Berlin - Nach den jüngsten Terrordrohungen gegen Deutschland haben die Behörden in Berlin auch ihr Sicherheitskonzept für das Einheitsfest an diesem Samstag verschärft.

“Für den 3. Oktober werden aufgrund der veränderten Sicherheitslage mehr Sicherheitskräfte vor Ort sein“, sagte Innensenator Ehrhart Körting (SPD) am Freitag nach Angaben seiner Sprecherin. Sie bestätigte damit einen Bericht von “Spiegel Online“. Mehrere hundert Polizisten seien im Einsatz. Die Sicherheitsvorkehrungen für das Fest am Brandenburger gingen aber nicht wesentlich über das hinaus, was bei ähnlichen Veranstaltungen in Berlin üblich sei. “Es wird schon noch ein Volksfest bleiben.“ Erwartet werden 500 000 Menschen.

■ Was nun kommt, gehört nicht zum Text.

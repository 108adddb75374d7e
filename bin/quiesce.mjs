#!/usr/bin/env node
// `quiesce` CLI entry: loads the TypeScript sources through tsx, so no build step is needed.
import { register } from 'tsx/esm/api';

register();
// a closed pipe (e.g. `quiesce convert x.qfl --to json | head`) is not an error
process.stdout.on('error', (e) => {
  if (e && e.code === 'EPIPE') process.exit(process.exitCode ?? 0);
});
const { main } = await import(new URL('../src/lib/cli/main.ts', import.meta.url).href);
process.exitCode = await main(process.argv.slice(2));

Der Beschluss wurde den Angaben zufolge am Sonntag gefasst, nachdem die jüngsten Drohvideos islamischer Extremisten ausgewertet worden waren. Seitdem ist die Polizei auch verstärkt in Berlins U- Bahnen und S-Bahnen präsent. Straßensperren sollen verhindern, dass Autos oder Lastwagen der Durchbruch zum Festgelände gelingt. Körting hob hervor, dass keine konkreten Anschlagspläne bekannt seien. Es gebe nach wie vor eine “erhöhte abstrakte Gefahrenlage“.

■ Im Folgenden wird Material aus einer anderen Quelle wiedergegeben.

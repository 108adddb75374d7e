/** Maximal and prime compatibles and class sets, against exhaustive enumeration on small tables. */
import fc from 'fast-check';
import { describe, expect, it } from 'vitest';
import { interchangeToTable } from '../../../../src/lib/engine/model';
import { buildImplicationChart, findClassSet, findMaximalCompatibles, findPrimeCompatibles } from '../../../../src/lib/engine/minimize/index';
import { arbitraryTable } from '../../../support/arbitrary-table';
import { allCompatibles, brutePrimes, classSetOf, naiveCompatibility } from '../../../support/minimize-oracle';

const key = (s: readonly number[]) => s.join(',');
const sortedKeys = (sets: readonly (readonly number[])[]) => sets.map(key).sort();

/** Maximal elements of a family of sets (exhaustive). */
function maximalOf(sets: number[][]): number[][] {
  return sets.filter((a) => !sets.some((b) => b.length > a.length && a.every((x) => b.includes(x))));
}

// Invented: a press-control table whose four states are all compatible, and whose
// merged row implies nothing outside itself, so one class is enough.
const ALL_ONE = interchangeToTable({
  format: 'quiesce-flow-table',
  version: 1,
  name: 'two_hand',
  inputs: ['left', 'right'],
  outputs: ['press'],
  states: ['rest', 'left_down', 'right_down', 'both'],
  reset: 'rest',
  rows: {
    rest: { '00': 'rest/0', '10': 'left_down/-' },
    left_down: { '10': 'left_down/0', '11': 'both/-' },
    right_down: { '01': 'right_down/0', '11': 'both/-' },
    both: { '11': 'both/1', '00': 'rest/-' },
  },
});

describe('compatibles', () => {
  it('finds one maximal compatible holding every state when all pairs are compatible', () => {
    const chart = buildImplicationChart(ALL_ONE);
    expect(chart.compatiblePairs).toBe(6);
    expect(findMaximalCompatibles(chart).sets).toEqual([[0, 1, 2, 3]]);
    const p = findPrimeCompatibles(ALL_ONE);
    expect(p.complete).toBe(true);
    // its class set is empty, so it excludes every subset: it is the only prime
    expect(p.primes).toEqual([{ states: [0, 1, 2, 3], classSet: [] }]);
  });

  it('computes class sets: implied classes not inside the set, maximal ones only', () => {
    // invented, no outputs (so every pair is compatible); keys are x then y
    const t = interchangeToTable({
      format: 'quiesce-flow-table',
      version: 1,
      name: 'classes',
      inputs: ['x', 'y'],
      outputs: [],
      states: ['p', 'q', 'r', 's'],
      reset: 'p',
      rows: { p: { '00': 'q', '10': 's', '01': 's' }, q: { '00': 'r', '10': 'p', '01': 'p' }, r: { '00': 'r', '10': 'r' }, s: { '00': 's' } },
    });
    // {p,q}: 00 gives {q,r}, 10 and 01 give {p,s}
    expect(findClassSet(t, [0, 1])).toEqual([
      [0, 3],
      [1, 2],
    ]);
    // {p,q,r}: {q,r} lies inside the set; {p,s} (at 01) lies inside {p,r,s} (at 10)
    expect(findClassSet(t, [0, 1, 2])).toEqual([[0, 2, 3]]);
    // {r,s}: 00 gives {r,s} itself, 10 gives {r}
    expect(findClassSet(t, [2, 3])).toEqual([]);
  });

  it('stops at the limit and says so', () => {
    // five pairwise incompatible pairs of states: 2^5 maximal compatibles
    const states = Array.from({ length: 10 }, (_, i) => `s${i}`);
    const rows: Record<string, Record<string, string>> = {};
    states.forEach((s, i) => (rows[s] = { '0': `${s}/${i % 2}` }));
    const t = interchangeToTable({ format: 'quiesce-flow-table', version: 1, name: 'wide', inputs: ['x'], outputs: ['y'], states, reset: 's0', rows });
    // states of equal parity are compatible (the others conflict on y): two maximal compatibles
    expect(findMaximalCompatibles(buildImplicationChart(t)).sets).toEqual([
      [0, 2, 4, 6, 8],
      [1, 3, 5, 7, 9],
    ]);
    expect(findMaximalCompatibles(buildImplicationChart(t), { limit: 1 })).toEqual({ sets: [[0, 2, 4, 6, 8]], complete: false });
  });

  it('maximal compatibles equal the maximal sets among all compatibles (random tables)', () => {
    fc.assert(
      fc.property(arbitraryTable({ maxStates: 9, maxInputs: 3, hostileNames: false, extras: false }), (t) => {
        const ok = naiveCompatibility(t);
        const got = findMaximalCompatibles(buildImplicationChart(t));
        expect(got.complete).toBe(true);
        expect(got.sets.map(key)).toEqual(sortedKeys(maximalOf(allCompatibles(ok))).sort((a, b) => compareKeys(a, b)));
      }),
      { numRuns: 150 },
    );
  });

  it('prime compatibles equal the definition applied to every compatible (random tables)', () => {
    fc.assert(
      fc.property(arbitraryTable({ maxStates: 8, maxInputs: 3, hostileNames: false, extras: false, unspecified: 0.5 }), (t) => {
        const ok = naiveCompatibility(t);
        const got = findPrimeCompatibles(t);
        expect(got.complete).toBe(true);
        expect(sortedKeys(got.primes.map((p) => p.states))).toEqual(sortedKeys(brutePrimes(t, ok)));
        for (const p of got.primes) {
          // every reported class is a class-set member, and every class-set member lies in a reported one
          const full = classSetOf(t, p.states);
          for (const d of p.classSet) expect(full.map(key)).toContain(key(d));
          for (const d of full) expect(p.classSet.some((e) => d.every((x) => e.includes(x)))).toBe(true);
        }
      }),
      { numRuns: 150 },
    );
  });
});

/** Orders "1,2,3"-style keys as their number lists, lexicographically. */
function compareKeys(a: string, b: string): number {
  const x = a.split(',').map(Number);
  const y = b.split(',').map(Number);
  for (let i = 0; i < Math.min(x.length, y.length); i++) if (x[i] !== y[i]) return x[i]! - y[i]!;
  return x.length - y.length;
}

In den Drohvideos des Terrornetzes El Kaida vor der Bundestagswahl waren neben dem Münchner Oktoberfest auch das Brandenburger Tor zu sehen. Bundesweit stehen seither auch Flughäfen und Bahnhöfe nach Angaben der Behörden unter besonderer Beobachtung. Bei der Berliner Polizei hieß es, der Polizeieinsatz in der Stadt sei auch am Festwochenende der aktuellen Gefährdungslage angepasst. Verstärkung aus anderen Bundesländern sei aber nicht angefordert worden.